There have been several papers that have attempted to reduce the size of AES on FPGAs [ 2124]. The paper [ 25] contains a very nice introductory tutorial of how to optimize the AES circuit for the Spartan 6 FPGA family. FPGAs are reconfigurable hardware devices consisting of configurable logic blocks (CLB). In modern Xilinx FPGAs, each CLB is further subdivided into two slices that each contains four lookup tables (LUTs), eight registers and additional carry logic [ 26]. Each LUT can be used either to design one 6 variable Boolean function or two $$5\times 1$$ Boolean functions provided they are defined on the same input variables.
It is easy to see that an optimal FPGA implementation of the AES S-box requires 32 LUTs in eight slices, as each of its eight coordinate functions is an 8-to-1 mapping. Each 8-bit Boolean function requires four 6-to-1 LUTs to construct, and hence, the result follows. It was pointed out in [ 25] that there was no obvious way to reduce this number, as every linear combination of coordinate functions maintains the maximal algebraic degree of seven and depends on all eight input bits.

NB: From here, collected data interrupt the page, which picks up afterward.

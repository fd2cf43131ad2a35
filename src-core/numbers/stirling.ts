import { add, divide, fromNumber, multiply, ONE, type Pair, subtract, toNumber, twoSum } from './double-double';
import { logOf } from './transcendental';

/** B(2n) / (2n (2n - 1)), n = 1 to 10: Stirling's series in 1/a, 1/a^3, ... */
const SERIES = [
  1 / 12,
  -1 / 360,
  1 / 1260,
  -1 / 1680,
  1 / 1188,
  -691 / 360360,
  1 / 156,
  -3617 / 122400,
  43867 / 244188,
  -174611 / 125400,
];
const ENOUGH = 16;

/**
 * What Stirling's formula leaves out of the logarithm of the gamma function.
 *
 *     ln Gamma(a + 1) = (a + 1/2) ln a - a + ln(2 pi) / 2 + rest
 *
 * a: above 0. Absolute error below 1e-16 (1 + |rest|); small a are moved up to 16 and back in double-double.
 *
 * Example: stirlingRest(1) = 1 - ln(2 pi) / 2 = 0.08106146679532726.
 * Source: DLMF 5.11.1.
 */
export function stirlingRest(a: number): number {
  if (a >= ENOUGH) return series(a);
  const steps = Math.ceil(ENOUGH - a);
  const moved = twoSum(a, steps);
  let product: Pair = ONE;
  for (let step = 1; step <= steps; step++) product = multiply(product, twoSum(a, step));
  const before = multiply(twoSum(a, 0.5), logOf(fromNumber(a)));
  const after = multiply(add(moved, fromNumber(0.5)), logOf(moved));
  const change = subtract(subtract(after, before), add(logOf(product), fromNumber(steps)));
  return toNumber(add(change, fromNumber(series(moved[0]))));
}

function series(a: number): number {
  const inverse = 1 / a;
  const square = inverse * inverse;
  let value = 0;
  for (let n = SERIES.length - 1; n >= 0; n--) value = value * square + (SERIES[n] as number);
  return value * inverse;
}

/**
 * ln Gamma(a) for a above 0, in double-double as far as Stirling's rest allows (absolute error 1e-16).
 *
 * Example: logGamma(5) = ln 24 = 3.1780538303479458.
 */
export function logGamma(a: number): number {
  const logarithm = logOf(fromNumber(a));
  const main = subtract(multiply(twoSum(a, -0.5), logarithm), fromNumber(a));
  return toNumber(add(main, add(HALF_LOG_TWO_PI, fromNumber(stirlingRest(a)))));
}

/** Half the logarithm of 2 pi, in double-double. */
const HALF_LOG_TWO_PI: Pair = logOfTwoPi();

function logOfTwoPi(): Pair {
  const twoPi: Pair = [6.283185307179586, 2.4492935982947064e-16];
  return divide(logOf(twoPi), fromNumber(2));
}
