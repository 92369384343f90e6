"""What is said of a simulated ramp: how it ends, where the atoms went, what limits it, what it does not cover."""

from __future__ import annotations

import math
from collections.abc import Callable, Mapping
from types import MappingProxyType
from typing import TYPE_CHECKING

from app.control_kinds import CONTROL_KINDS
from app.language import translate as _
from app.units import best_unit, format_quantity
from app.words import number, percent, temperature, times
from physics.caveats import Severity
from physics.evaporation import EndReason
from physics.evaporation_rates import Process
from physics.ramp_caveats import RampCaveat, RampCaveatKind
from physics.ramp_design import Bound
from physics.ramp_sensitivity import Input, RampSensitivity

if TYPE_CHECKING:
    from app.answers.ramp import RampAnswer
    from app.answers.ramp_design import DesignAnswer
    from app.answers.ramp_sensitivity import SensitivityAnswer
    from app.answers.sympathetic import SympatheticAnswer
    from physics.evaporation_budget import Budget
    from physics.evaporation_target import Target
    from physics.ramps import Control

FIRST_ALONE = _("of the first species alone")

CONDENSES = 2.6
"""Peak phase-space density of bosons from which a target is called condensation."""

SIGNS: Mapping[Severity, str] = MappingProxyType({Severity.NOTE: "○", Severity.WARNING: "△", Severity.REFUSAL: "■"})
WEIGHTS: Mapping[Severity, str] = MappingProxyType(
    {Severity.NOTE: _("Note"), Severity.WARNING: _("Take care"), Severity.REFUSAL: _("Not this cloud")}
)

PROCESSES: Mapping[Process, str] = MappingProxyType(
    {
        Process.EVAPORATED: _("evaporation"),
        Process.SPILLED: _("spilling"),
        Process.BACKGROUND: _("background gas"),
        Process.TWO_BODY: _("two-body loss"),
        Process.THREE_BODY: _("three-body loss"),
        Process.SPIN_FLIPS: _("spin flips at the field's zero"),
        Process.TRANSFER: _("transfer and jumps"),
        Process.RECOMBINATION: _("heat of recombination"),
        Process.WORK: _("work of the trap"),
        Process.HEATING: _("heating"),
        Process.LIGHT: _("scattered light"),
        Process.NOISE: _("intensity noise"),
        Process.POINTING: _("pointing noise"),
        Process.CONTACT: _("contact with the other species"),
    }
)
"""What takes atoms or brings energy, for reading."""

LOSSES = (Process.BACKGROUND, Process.TWO_BODY, Process.THREE_BODY, Process.SPIN_FLIPS)
"""Processes that take atoms without cooling the others."""

_GOOD = (Process.EVAPORATED, Process.SPILLED)

_PLAIN: Callable[[float], str] = number


def _length(value: float) -> str:
    return format_quantity(value, "a0", digits=4)


_CAVEATS: Mapping[RampCaveatKind, tuple[str, Callable[[float], str]]] = MappingProxyType(
    {
        RampCaveatKind.POLARISED: (
            _("Fermions of one spin state do not collide at these energies: this cloud does not evaporate by itself."),
            _PLAIN,
        ),
        RampCaveatKind.SHALLOW: (
            _("The trap gets as shallow as {value} kT: the cut thermal distribution is an estimate below 5."),
            _PLAIN,
        ),
        RampCaveatKind.ESTIMATES: (
            _("The classical phase-space density reaches {value}: N and T are estimates from 0.3 on."),
            _PLAIN,
        ),
        RampCaveatKind.FAST_TRAP: (
            _("The trap changes fast, |dω/dt|/ω² = {value}: the cloud follows smoothly below 0.1. Take more time."),
            _PLAIN,
        ),
        RampCaveatKind.FAST_DEPTH: (
            _("The depth falls by {value} of itself in a rethermalisation time: collisions do not keep up. Slow down."),
            times,
        ),
        RampCaveatKind.HYDRODYNAMIC: (
            _("Atoms collide {value} times per radian of the fastest axis: they do not leave freely, and fewer do."),
            _PLAIN,
        ),
        RampCaveatKind.FAST_LOSS: (
            _("In one rethermalisation time {value} of the atoms are lost without cooling: no equilibrium."),
            percent,
        ),
        RampCaveatKind.ONE_WAY_OUT: (
            _(
                "Only {value} of all directions lead out of this trap: evaporation is slower than this answer, an "
                "upper bound, says."
            ),
            percent,
        ),
        RampCaveatKind.TRANSFER_APART: (
            _(
                "Two traps of a sudden transfer have their minima {value} cloud radii apart: the cloud swings there, "
                "and all of that energy counts as heat at once."
            ),
            _PLAIN,
        ),
        RampCaveatKind.PAULI_BLOCKING: (
            _("T/TF falls to {value}: filled levels block collisions, which is left out, and evaporation is slower."),
            _PLAIN,
        ),
        RampCaveatKind.LIGHT_HEATING: (
            _("Scattered light brings in {value} of the energy at the end. Lower powers sooner, or detune further."),
            percent,
        ),
        RampCaveatKind.SPIN_FLIPS: (
            _("About {value} of the atoms are lost at the zero of the field, an order of magnitude: known to ×4."),
            percent,
        ),
        RampCaveatKind.NO_BACKGROUND: (
            _("No background lifetime is given: slow ramps look better than they are. Type one."),
            _PLAIN,
        ),
        RampCaveatKind.THREE_BODY_UNKNOWN: (
            _("The three-body rate constant is not known: dense clouds look better than they are."),
            _PLAIN,
        ),
        RampCaveatKind.THREE_BODY_SCALING: (
            _("K₃ is {value} times what resonant three-body loss at this scattering length can be. Check K₃ and a."),
            times,
        ),
        RampCaveatKind.THREE_BODY_UNITARITY: (
            _("K₃ is {value} times what is possible at the highest temperature: this loss is too fast there."),
            times,
        ),
        RampCaveatKind.LENGTH_RECALLED: (
            _("The scattering length {value} is recalled from its source. Check it before you rely on it."),
            _length,
        ),
        RampCaveatKind.TWO_BODY_RECALLED: (
            _("The two-body rate constant {value} is recalled from its source. Check it before you rely on it."),
            lambda value: format_quantity(value, "cm^3/s", digits=2),
        ),
        RampCaveatKind.THREE_BODY_RECALLED: (
            _("The three-body rate constant {value} is recalled from its source. Check it before you rely on it."),
            lambda value: format_quantity(value, "cm^6/s", digits=2),
        ),
    }
)

_BOUNDS: Mapping[Bound, str] = MappingProxyType(
    {
        Bound.BACKGROUND: _("background gas: a tenth longer lifetime leaves {gain} more atoms"),
        Bound.TWO_BODY: _("two-body loss: a tenth less of it leaves {gain} more atoms"),
        Bound.THREE_BODY: _("three-body loss: a tenth less of it leaves {gain} more atoms"),
        Bound.HEATING: _("heating: a tenth less of it leaves {gain} more atoms"),
        Bound.COLLISIONS: _("slow collisions: a tenth more of them leaves {gain} more atoms"),
        Bound.PASSENGER: _("the passenger's heat: a tenth fewer passengers leave {gain} more atoms"),
        Bound.TIME: _("the time limit: a tenth more time leaves {gain} more atoms"),
        Bound.SPEED: _("the speed limit of the control: a tenth more leaves {gain} more atoms"),
    }
)

_UNTOLD_BOUNDS: Mapping[Bound, str] = MappingProxyType(
    {
        Bound.RANGE: _("the range of the control, at whose end it rests for part of the time"),
        Bound.SPEED: _("the speed limit of the control, at which it moves for part of the time"),
        Bound.TIME: _("the time limit, at which the cloud is still getting denser"),
    }
)
"""Of which it is not told what easing them gains."""

_INPUTS: Mapping[Input, str] = MappingProxyType(
    {
        Input.ATOMS: _("atoms at the start"),
        Input.TEMPERATURE: _("temperature at the start"),
        Input.SCATTERING_LENGTH: _("scattering length"),
        Input.BACKGROUND_LIFETIME: _("background lifetime"),
        Input.TWO_BODY: _("two-body loss K₂"),
        Input.THREE_BODY: _("three-body loss K₃"),
        Input.HEATING: _("heating"),
        Input.INTENSITY_NOISE: _("intensity noise"),
        Input.POINTING_NOISE: _("pointing noise"),
        Input.FREQUENCIES: _("trap frequencies, at this depth"),
        Input.DURATION: _("duration of the ramp"),
        Input.CONTROL: _("calibration of {control}"),
        Input.PASSENGER_ATOMS: _("atoms of the passenger at the start"),
        Input.PASSENGER_TEMPERATURE: _("temperature of the passenger at the start"),
        Input.LENGTH_BETWEEN: _("scattering length between the species"),
    }
)


def duration(seconds: float) -> str:
    """A time for reading: "8.1 s", "310 ms"."""
    return format_quantity(seconds, best_unit(seconds, ("s", "ms", "µs")), digits=3)


def control_text(control: Control, value: float, unit: str = "") -> str:
    """A value of a control for reading: "12.5 mW"; "–" where it is not known."""
    if math.isnan(value):
        return "–"
    kind = CONTROL_KINDS[control.knob]
    if not kind.si_unit:
        return number(value, 4)
    return format_quantity(value, unit or best_unit(value, kind.units, kind.si_unit), digits=4, si_unit=kind.si_unit)


def aim(target: Target, *, bosons: bool) -> str:
    """A target as the object of "reaches"."""
    if target.condensate_atoms is not None:
        return _("a condensate of {atoms} atoms").format(atoms=number(target.condensate_atoms, 3))
    if target.reduced_temperature is not None:
        if bosons and abs(target.reduced_temperature - 1.0) < 0.01:
            return _("the critical temperature")
        ratio = _("T/Tc") if bosons else _("T/TF")
        return f"{ratio} = {number(target.reduced_temperature, 3)}"
    density = target.peak_phase_space_density or math.nan
    if bosons and CONDENSES <= density < 2.62:
        return _("condensation")
    return _("a peak phase-space density of {density}").format(density=number(density, 3))


def ramp_verdict(answer: RampAnswer, *, passenger: bool = True) -> str:
    """How the ramp ends, and what took the atoms, in words a colleague would say; where the passenger ends, or why it
    is not in it.

    passenger : whether to say where it ends
    """
    said = ""
    if answer.passenger_left_out:
        said = _("The passenger is left out: {why}.").format(why=answer.passenger_left_out)
    elif answer.passenger is not None and passenger:
        said = _passenger_end(answer.passenger)
    return " ".join(part for part in (_end(answer), _shares(answer.run.budget), said) if part)


def _passenger_end(passenger: SympatheticAnswer) -> str:
    end = passenger.passenger_reduced_temperature
    if math.isnan(end):  # its own verdict says why
        return ""
    ratio = _("T/Tc") if passenger.run.passenger.gas.bosons else _("T/TF")
    return _("The passenger, {species}, ends at {ratio} = {end}.").format(
        species=passenger.states[1].key, ratio=ratio, end=number(end)
    )


def _end(answer: RampAnswer) -> str:
    run = answer.run
    final = run.final
    if math.isnan(final["time"]):
        return _("Not trapped from the start: {why}.").format(
            why=run.explanation or _("the cloud is too hot for the trap")
        )
    time, left = duration(final["time"]), number(final["atoms"], 2)
    if answer.measured is not None:
        time = _("another {time}").format(time=time)
    cloud = _("{atoms} atoms at {temperature}").format(atoms=left, temperature=temperature(final["temperature"]))
    match run.reason:
        case EndReason.TARGET:
            assert answer.target is not None
            return _("Reaches {aim} after {time} with {cloud}.").format(
                aim=aim(answer.target, bosons=answer.bosons), time=time, cloud=cloud
            )
        case EndReason.RAMP:
            short = ""
            if answer.target is not None:
                short = _(", short of {aim}").format(aim=aim(answer.target, bosons=answer.bosons))
            return _("Ends after {time} with {cloud}, {degeneracy}{short}.").format(
                time=time, cloud=cloud, degeneracy=_degeneracy(answer, final), short=short
            )
        case EndReason.ATOMS:
            return _("Loses its atoms: after {time} fewer than {atoms} are left.").format(
                time=time, atoms=number(1.001 * final["atoms"], 2)
            )
        case EndReason.NOT_TRAPPED:
            why = (
                f": {run.explanation}" if run.explanation else _(", as the cloud is too hot for the depth that is left")
            )
            return _("Holds the cloud for {time} only{why}; {cloud} are left until then.").format(
                time=time, why=why, cloud=cloud
            )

Most of the area-optimized AES S-boxes in ASIC that are reported in the literature (i.e., the S-box of Maximov/Ekdahl that we use or the Canright S-box [ 27]) are not suited for FPGA implementation on Spartan 6 devices as they use tower field decomposition of $$GF(2^8)$$. As a result, they perform a lot of operations on GF(2)/ GF(4) that lead to under-utilization of the 6-to-1 LUTs.
In [ 25], the authors found an ingenious way to fit the S-box in less number of slices. It is well known that the if the input byte is interpreted as an element of $$GF(2^8)$$ represented in the polynomial basis $$x^8+x^4+x^3+x+1$$, then the AES S-box can be expressed as the inverse function $$x^{254}$$ followed by an affine mapping. However, if the input is represented in any normal basis $$\beta ,\beta ^2,\beta ^{2^2},\ldots ,\beta ^{2^7}$$, then each coordinate of $$x^{254}$$ can be computed by applying the same function $$S^*$$ over bit-rotated versions of the input. So to compute the S-box, we would need the following:
a:
An implementation of the 8-bit Boolean function $$S^*$$, which requires four 6-to-1 LUTs and therefore one slice.

b:
A logic circuit p2n to change the input from the polynomial to a suitable normal basis. This is an 8-to-8 linear function.

c:
A logic circuit n2p to change the output from the normal to the polynomial basis and compute the subsequent affine map. This is another 8-to-8 linear function.

d:
A rotating register R1 that rotates the output of p2n that is input to $$S^*$$ to compute each coordinate of the inverse function, and another rotating register R2 that stores this output.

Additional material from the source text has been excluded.